David Sarel : Les interférences entre le monde judiciaire et la F1 – Partie II
Affaires et F1 font-elles bon ménage ? Après une saison 2007 qui mit l’espionnage en exergue, l’avocat-pilote David Sarel répond aux questions du journaliste Sébastien Ménier...
Pour lire la première partie : C’est juste ici !
Sébastien Ménier : L’affaire Bertrand Gachot fut en effet ridicule, un vrai scandale judiciaire. Mais les faits n’avaient aucun rapport avec la pratique du métier de pilote. Des pilotes furent-ils inquiétés dans le cadre de l’exercice de leur profession ?
David Sarel : " Le grand Fangio se trouva au centre d’une affaire d’enlèvement pas très claire.
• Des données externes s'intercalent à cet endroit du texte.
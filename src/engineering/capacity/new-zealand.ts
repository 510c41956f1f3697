/** New Zealand: model by-law of 1935, NZSS 95 of 1955, NZSS 1900 of 1965, NZS 4203 of 1976 and 1984, NZS 1170.5 of 2004. */
import { apply, applyAny } from '../formula.js';
import { OCEANIA_NEPAL_PERIODS } from '../period/oceania-nepal.js';
import { NZS1170_CODES } from '../spectrum/nzs1170.js';
import { NZS1170_FACTOR_RECORDS } from '../spectrum/nzs1170-factors.js';
import { PERIOD, PERIOD_CLASSES, bySystem, coefficientRecord, fixedForm, number, recordOf } from './edition.js';
import type { PeriodClass } from './edition.js';
import { WORKING_TO_STRENGTH } from './records.js';
import type { EditionTable, NewZealandZone } from './stated.js';

const nz = (standard: string, edition: string, clause: string) => ({ standard, edition, clause });

const eightPercent = (year: string, standard: string, note: string) =>
  coefficientRecord(
    `nz-${year}/base-shear/static`,
    `Lateral force coefficient of ${year}`,
    fixedForm,
    { source: nz(standard, year, 'lateral force'), verified: 'memory', note },
    { coefficient: 0.08 },
  );
const PUBLIC = 'Working-stress level. 0.10 for public buildings: importance weighs once, in the priority.';
export const NZ_1935 = eightPercent('1935', 'Model building by-law, New Zealand', PUBLIC);
export const NZ_1955 = eightPercent(
  '1955',
  'NZSS 95',
  `${PUBLIC} Similar to 1935; a triangular distribution was allowed.`,
);

/** Level to 0.45 s, falling to one half at 1.2 s. */
const shape = 'max(0.5, min(1, 1 - 0.5 * (period_s - 0.45) / 0.75))';
const shapeAt = (period_s: number): number => Math.max(0.5, Math.min(1, 1 - (0.5 * (period_s - 0.45)) / 0.75));
const ZONE_SHARE = number('zone_share', 'share of zone A: 1, 5/6, 2/3 for zones A, B, C');

export const NZ_1965 = coefficientRecord(
  'nz-1965/base-shear/static',
  'Seismic coefficient of NZSS 1900 chapter 8',
  {
    id: 'base-shear/nz-1965',
    inputs: [ZONE_SHARE, PERIOD],
    expression: `zone_share * plateau * ${shape}`,
    evaluate: ({ zone_share, period_s }, { plateau }) => zone_share! * plateau! * shapeAt(period_s!),
  },
  {
    source: nz('NZSS 1900', '1965', 'chapter 8'),
    verified: 'memory',
    note: 'Working-stress level. 0.12 in zone A, 0.16 for public buildings; half of it from 1.2 s on.',
  },
  { plateau: 0.12 },
);

export const NZ_1976 = coefficientRecord(
  'nz-1976/base-shear/static',
  'Seismic design coefficient C R S M of NZS 4203',
  {
    id: 'base-shear/nz-1976',
    inputs: [
      ZONE_SHARE,
      number('structural_type_factor', 'structural type factor S'),
      number('material_factor', 'material factor M'),
      PERIOD,
    ],
    expression: `zone_share * plateau * ${shape} * structural_type_factor * material_factor`,
    evaluate: ({ zone_share, structural_type_factor, material_factor, period_s }, { plateau }) =>
      zone_share! * plateau! * shapeAt(period_s!) * structural_type_factor! * material_factor!,
  },
  {
    source: nz('NZS 4203', '76 and 84', 'part 3'),
    verified: 'memory',
    note: 'C 0.15 falling to 0.075 in zone A; R (importance) is 1 here. Strength level. S and M by system from memory.',
  },
  { plateau: 0.15 },
);

/** S of NZS 4203 by system, from memory: ductile frames 0.8, walls and braces more. */
export const NZ_S = bySystem(1.6, {
  'steel-moment-frame': 0.8,
  'concrete-moment-frame': 0.8,
  'steel-eccentric-braced-frame': 1,
  'steel-buckling-restrained-braced-frame': 1,
  'concrete-shear-wall': 1,
  'concrete-wall-frame': 0.8,
  'reinforced-masonry-wall': 1.2,
  'timber-light-frame': 1.2,
});
/** M of NZS 4203 by material, from memory. */
export const NZ_M = bySystem(0.8, {
  'reinforced-masonry-wall': 1,
  'confined-masonry-wall': 1.2,
  'unreinforced-masonry-wall': 1.2,
  'timber-light-frame': 1,
  'timber-post-and-beam': 1,
});
/** μ a design by NZS 1170.5 rests on, from memory of the material standards: the usual ductile class of the system. */
export const NZ_DUCTILITY = bySystem(1.25, {
  'steel-moment-frame': 4,
  'steel-eccentric-braced-frame': 4,
  'steel-buckling-restrained-braced-frame': 4,
  'steel-concentric-braced-frame': 2,
  'concrete-moment-frame': 4,
  'concrete-shear-wall': 3,
  'concrete-wall-frame': 4,
  'reinforced-masonry-wall': 2,
  'timber-light-frame': 3,
});

/** S_p of NZS 1170.5 4.4 at a ductility, from memory. */
export const performanceOf = (ductility: number): number => Math.max(0.7, 1.3 - 0.3 * ductility);

const ZONE_SHARES: Readonly<Record<NewZealandZone, number>> = { A: 1, B: 5 / 6, C: 2 / 3 };

const period = (which: string) => recordOf(OCEANIA_NEPAL_PERIODS, `nzs1170-5-2004/period/${which}`);
const rows = (end: string) =>
  ({
    'steel-moment-frame': period(`steel-moment-frame${end}`),
    'concrete-moment-frame': period(`concrete-moment-frame${end}`),
    'eccentric-braced': period(`steel-eccentric-braced${end}`),
    other: period(`other${end}`),
  }) satisfies Record<PeriodClass, unknown>;
/** Stands in for a calculated period, which the editions before 2004 asked for [judgement]. */
const SERVICEABILITY = rows('-serviceability');
const ULTIMATE = rows('');

const STATIC = NZS1170_CODES[0]!.choice!.records['equivalent-static']!;
const ACTION = recordOf(NZS1170_FACTOR_RECORDS, 'nzs1170-5-2004/base-shear/design-action');

export type NewZealandEdition = 'nz-1935' | 'nz-1955' | 'nz-1965' | 'nz-1976' | 'nz-2004';

const STAND_IN = 'The edition asked for a calculated period; k_t h^0.75 of NZS 1170.5 stands in for it [judgement].';

export const NEW_ZEALAND_EDITIONS: EditionTable<NewZealandEdition> = {
  'nz-1935': {
    year: 1935,
    title: NZ_1935.title,
    source: NZ_1935.source,
    verified: 'memory',
    dependsOn: () => 'nothing',
    design: (_facts, _stated, trace) => ({
      coefficient: apply(NZ_1935, {}, trace),
      levelFactor: WORKING_TO_STRENGTH,
      reduction: Infinity,
    }),
  },
  'nz-1955': {
    year: 1955,
    title: NZ_1955.title,
    source: NZ_1955.source,
    verified: 'memory',
    dependsOn: () => 'nothing',
    design: (_facts, _stated, trace) => ({
      coefficient: apply(NZ_1955, {}, trace),
      levelFactor: WORKING_TO_STRENGTH,
      reduction: Infinity,
    }),
  },
  'nz-1965': {
    year: 1965,
    title: NZ_1965.title,
    source: NZ_1965.source,
    verified: 'memory',
    note: STAND_IN,
    dependsOn: () => 'height',
    design: ({ system, height_m }, { zone }, trace) => {
      const period_s = applyAny(SERVICEABILITY[PERIOD_CLASSES[system]], { height_m }, trace);
      return {
        coefficient: apply(NZ_1965, { zone_share: ZONE_SHARES[zone], period_s }, trace),
        levelFactor: WORKING_TO_STRENGTH,
        reduction: Infinity,
      };
    },
  },
  'nz-1976': {
    year: 1976,
    title: `${NZ_1976.title}, 1976 and 1984`,
    source: NZ_1976.source,
    verified: 'memory',
    note: `${STAND_IN} Also read for NZS 4203 of 1992, whose table is not carried here.`,
    dependsOn: () => 'height',
    design: ({ system, height_m }, { zone }, trace) => {
      const period_s = applyAny(SERVICEABILITY[PERIOD_CLASSES[system]], { height_m }, trace);
      const structural_type_factor = NZ_S[system];
      const material_factor = NZ_M[system];
      return {
        coefficient: apply(
          NZ_1976,
          { zone_share: ZONE_SHARES[zone], structural_type_factor, material_factor, period_s },
          trace,
        ),
        levelFactor: 1,
        // 4/(S M) is the ductility behind S and M, as published with the code [memory]
        reduction: 4 / (structural_type_factor * material_factor),
      };
    },
  },
  'nz-2004': {
    year: 2004,
    title: 'NZS 1170.5, design action coefficient',
    source: ACTION.source,
    verified: 'memory',
    note: 'Spectrum and C_d restated; μ by system, S_p 0.7 and the period formula from memory. 500 years.',
    dependsOn: () => 'height',
    design: ({ system, height_m }, { site_class, zone_factor, distance_km }, trace) => {
      const period_s = applyAny(ULTIMATE[PERIOD_CLASSES[system]], { height_m }, trace);
      const site = { site_class, zone_factor, return_factor: 1, distance_km, site_period_s: 1.5 };
      const sa_g = applyAny(STATIC, { ...site, period_s }, trace);
      const ductility = NZ_DUCTILITY[system];
      const performance_factor = performanceOf(ductility);
      const action = { sa_g, performance_factor, ductility, zone_factor, return_factor: 1, period_s };
      return {
        coefficient: applyAny(ACTION, action, trace),
        levelFactor: 1,
        reduction: ductility / performance_factor,
      };
    },
  },
};

export const NEW_ZEALAND_RECORDS = [NZ_1935, NZ_1955, NZ_1965, NZ_1976];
Le 23 février 1958, lors du deuxième Grand Prix de F1 de Cuba, le coureur argentin fut enlevé à son hôtel par des membres d’un commando révolutionnaire cubain aux ordres de Castro. Quel meilleur moyen de faire parler de soi dans le monde entier que d’enlever le pilote le plus célèbre du monde ? Fangio sera séquestré 26 heures puis libéré devant l’ambassade d’Argentine. Ses ravisseurs le traitèrent très bien. Dans cette affaire évidemment, Fangio était la victime. "
Sébastien Ménier : Des accidents ont-ils donné lieu à des enquêtes pénales ?
David Sarel : " Oui, notamment celui d’Ayrton Senna qui s’est conclu par des acquittements après une procédure très longue. Quatre causes pouvaient être à la source de l’accident : La rupture de la colonne de direction, un débris sur la piste, un malaise d’Ayrton qui restait parfois très longtemps en apnée et une faute de pilotage. Damon Hill fut sans doute le seul à considérer la quatrième hypothèse vraisemblable. En vérité, la rupture de la colonne de direction parut la thèse la plus probable. Mais dans l’état de l’épave de la Williams après le choc, les experts n’ont rien pu démontrer. Je ne crois pas que la justice pouvait raisonnablement rendre une autre décision. "
Sébastien Ménier : Pourrais-tu préciser la différence entre justice sportive et justice pénale ?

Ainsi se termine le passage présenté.